So I have $$\sum_{i,j,n} p_i p_j \langle n|\langle \psi_j | \psi_i \rangle \langle \psi_i | \psi_j \rangle |n \rangle$$

But since the expression $$\rho^2$$ is just a number then adding those orthonormal basis is making no difference? In other words, I can rearrange the above as follows:

$$\sum_{i,j,n} p_i p_j \langle \psi_i | \psi_j \rangle |n \rangle \langle n|\langle \psi_j | \psi_i \rangle =\sum_{i,j} p_i p_j \langle \psi_i | \psi_j \rangle \langle \psi_j | \psi_i \rangle =$$ and then use the caughy schwarz as above?

Fredrik
Staff Emeritus
Gold Member
You say:

$$\operatorname{Tr}\rho^2=\sum_n\langle n|\rho^2|n\rangle$$
Yes, that's the definition of the trace. It's actually independent of the basis we use. (Proving that would be a good warm-up excercise).
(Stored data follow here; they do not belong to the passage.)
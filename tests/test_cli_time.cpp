// Tests of time stamps and drift through the `tenon` tool
// (examples/cli/, library tenon_tool), run in process: --time-format, --time-cycles, the
// form kept in the model and shown by inspect, new rows read in that form,
// and the drift table's noise floor. The press log is invented.
#include <doctest/doctest.h>

#include <cmath>
#include <string>
#include <vector>

#include "cli_test_support.hpp"

namespace {

using cli_test::cli_result;

cli_result run(std::vector<std::string> args) { return cli_test::run_tool(std::move(args)); }

struct scratch_dir : cli_test::scratch_dir {
    explicit scratch_dir(const std::string& name) : cli_test::scratch_dir("tenon_cli_time_tests_", name) {}
};

bool contains(const std::string& text, const std::string& part) { return text.find(part) != std::string::npos; }

// An invented press log, one row an hour from 2021-01-01 00:00 for `rows`
// hours; the force follows the hour of day (a day shift runs hotter), so
// the stamps matter. `form` 0 writes DD/MM/YYYY HH:MM, 1 YYYY/MM/DD HH:MM.
std::string press_log(int rows, int form, int first_day = 1) {
    std::string text = "stamp,strokes,force\n";
    const int month_days[12] = {31, 28, 31, 30, 31, 30, 31, 31, 30, 31, 30, 31};
    int month = 1, day = first_day;
    for (int i = 0; i < rows; ++i) {
        const int hour = i % 24;
        if (i > 0 && hour == 0 && ++day > month_days[month - 1]) {
            day = 1;
            ++month;
        }
        const auto two = [](int v) { return std::string(v < 10 ? "0" : "") + std::to_string(v); };
        const std::string stamp =
            form == 0 ? two(day) + "/" + two(month) + "/2021 " + two(hour) + ":00" : "2021/" + two(month) + "/" + two(day) + " " + two(hour) + ":00";
        const int strokes = 2 + (i * 7) % 5;
        const double force = 100.0 + 10.0 * std::sin(6.283185307179586 * hour / 24.0) + strokes;
        text += stamp + "," + std::to_string(strokes) + "," + std::to_string(force) + "\n";
    }
    return text;
}

}  // namespace

TEST_CASE("the tool refuses ambiguous slash dates until --time-format says which") {
    scratch_dir dir("ambiguous");
    // Days 1-12 of January: every stamp reads day-first and month-first.
    const std::string data = dir.write("press.csv", press_log(200, 0));
    const auto refused = run({"train", "--data", data, "--target", "force", "--epochs", "2", "--quiet"});
    CHECK(refused.status == 2);
    CHECK(contains(refused.err,
                   "[prep.time.ambiguous] " + data +
                       ", column 'stamp': dates such as '01/01/2021 00:00' read both "
                       "day-first (DD/MM/YYYY) and month-first (MM/DD/YYYY); give the time format with --time-format "
                       "DD/MM/YYYY or MM/DD/YYYY (or COLUMN=FORM)"));
    const auto bad = run({"train", "--data", data, "--target", "force", "--time-format", "DD-MM-YYYY"});
    CHECK(bad.status == 2);
    CHECK(contains(bad.err,
                   "[cli.option.value] --time-format 'DD-MM-YYYY': 'DD-MM-YYYY' is not a time format (one of YYYY-MM-DD, "
                   "YYYY/MM/DD, DD.MM.YYYY, DD/MM/YYYY, MM/DD/YYYY, epoch-seconds, epoch-milliseconds)"));
    const auto epoch = run({"train", "--data", data, "--target", "force", "--time-format", "epoch-seconds"});
    CHECK(epoch.status == 2);
    CHECK(contains(epoch.err,
                   "[cli.option.missing] --time-format epoch-seconds needs --time-column COLUMN, or name the column: "
                   "--time-format COLUMN=epoch-seconds"));

    const auto day_first = run({"train", "--data", data, "--target", "force", "--time-format", "stamp=DD/MM/YYYY", "--time-column", "stamp",
                                "--split", "chronological", "--time-cycles", "--epochs", "2", "--quiet", "--model", dir.file("press.tnm")});
    REQUIRE_MESSAGE(day_first.status == 0, day_first.err);
    const auto shown = run({"inspect", "--model", dir.file("press.tnm")});
    REQUIRE(shown.status == 0);
    CHECK(contains(shown.out, "  stamp (datetime)\n"));
    CHECK(contains(shown.out, "    time form    DD/MM/YYYY\n"));
    CHECK(contains(shown.out, "only hour of day, day of week, day of year as sine/cosine pairs"));
    CHECK(contains(shown.out, "-> 7 features"));  // strokes + six cyclic values of the time column
    const auto json = run({"inspect", "--model", dir.file("press.tnm"), "--json"});
    CHECK(contains(json.out, "\"time_format\": \"DD/MM/YYYY\""));
    CHECK(contains(json.out, "\"time_features\": \"cycles\""));

    // New rows are read in the kept form: infer and drift on rows whose
    // stamps alone would be refused as ambiguous.
    const std::string later = dir.write("later.csv", press_log(100, 0, 2));
    const auto inferred = run({"infer", "--model", dir.file("press.tnm"), "--data", later, "--out", dir.file("p.csv"), "--quiet"});
    CHECK_MESSAGE(inferred.status == 0, inferred.err);
    const auto drift = run({"drift", "--model", dir.file("press.tnm"), "--data", later});
    CHECK_MESSAGE(drift.status != 2, drift.err);
    CHECK(contains(drift.out, "PSI noise"));
}

TEST_CASE("a whole-number column's drift bins are labelled by value, and unchanged rows are stable") {
    scratch_dir dir("discrete");
    const std::string data = dir.write("press.csv", press_log(600, 1));
    REQUIRE(run({"train", "--data", data, "--target", "force", "--epochs", "2", "--quiet", "--model", dir.file("press.tnm")}).status == 0);
    const auto json = run({"drift", "--model", dir.file("press.tnm"), "--data", data, "--json"});
    CHECK_MESSAGE(json.status == 0, json.out);  // the training rows themselves: nothing drifted
    for (const char* label : {"\"label\": \"2\"", "\"label\": \"3\"", "\"label\": \"6\"", "\"label\": \"(between values)\""})
        CHECK(contains(json.out, label));
    CHECK_FALSE(contains(json.out, "[2, "));
    const auto shown = run({"inspect", "--model", dir.file("press.tnm")});
    CHECK(contains(shown.out, "    time form    YYYY/MM/DD\n"));
}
So I have $$\sum_{i,j,n} p_i p_j \langle n|\langle \psi_j | \psi_i \rangle \langle \psi_i | \psi_j \rangle |n \rangle$$
That's not what we get from $\rho = \sum_i p_i | \psi_i \rangle \langle \psi_i |$ and the definition of the trace.

But since the expression $$\rho^2$$ is just a number
It isn't (but I see that it has magically turned into one in what you wrote above ).
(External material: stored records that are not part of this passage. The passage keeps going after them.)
#if !defined(TENON_TEST_SANITIZER)  // sanitizers reserve terabytes of address space, and abort on a failed allocation
TEST_CASE("running out of memory under a limit is one line saying so, and leaves no output") {
    // 16384 x 6000 = 98,304,000 weights between the layers (under the 100
    // million limit): 393 MB in single precision, with gradients and Adam's
    // two moments about 1.6 GB, above an address-space limit of what the
    // process maps now plus 768 MiB (POSIX setrlimit(), RLIMIT_AS:
    // allocations past it fail; /proc/self/statm's first field is the
    // mapped size in pages, proc(5)).
    pump_setup p("memory");
    const std::string model = p.dir.file("big.tnm"), report = p.dir.file("err.txt");
    const auto before = p.dir.listing();
    const pid_t child = ::fork();
    REQUIRE(child >= 0);
    if (child == 0) {
        unsigned long long pages = 0;
        if (!(std::ifstream("/proc/self/statm") >> pages)) ::_exit(98);
        struct rlimit limit {};
        limit.rlim_cur = limit.rlim_max = static_cast<rlim_t>(pages * static_cast<unsigned long long>(::sysconf(_SC_PAGESIZE)) + (768ull << 20));
        if (::setrlimit(RLIMIT_AS, &limit) != 0) ::_exit(99);
        const auto r =
            run({"train", "--data", p.data, "--target", "flow", "--hidden", "16384,6000", "--epochs", "1", "--ensemble", "1", "--model", model});
        std::ofstream(report) << r.err;
        ::_exit(r.status);
    }
    int status = 0;
    REQUIRE(::waitpid(child, &status, 0) == child);
    REQUIRE(WIFEXITED(status));
    CHECK(WEXITSTATUS(status) == 1);
    const std::string err = read_file(report);
    CHECK(contains(err, "tenon train: error: out of memory ("));
    CHECK(contains(err, "a smaller network (--hidden) or fewer rows or columns needs less"));
    CHECK(std::count(err.begin(), err.end(), '\n') == 1);
    fs::remove(report);
    CHECK(p.dir.listing() == before);
}
#endif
Haha oops, I see what I've done, sorry I forgot to check over my working since last time:

$$\sum_{i,j,n} p_i p_j \langle \psi_j | \psi_i \rangle \langle \psi_i | \psi_j \rangle$$ this is the expression I obtain after taking the trace and using the identity representation, I see now. Thank you Fredrik :)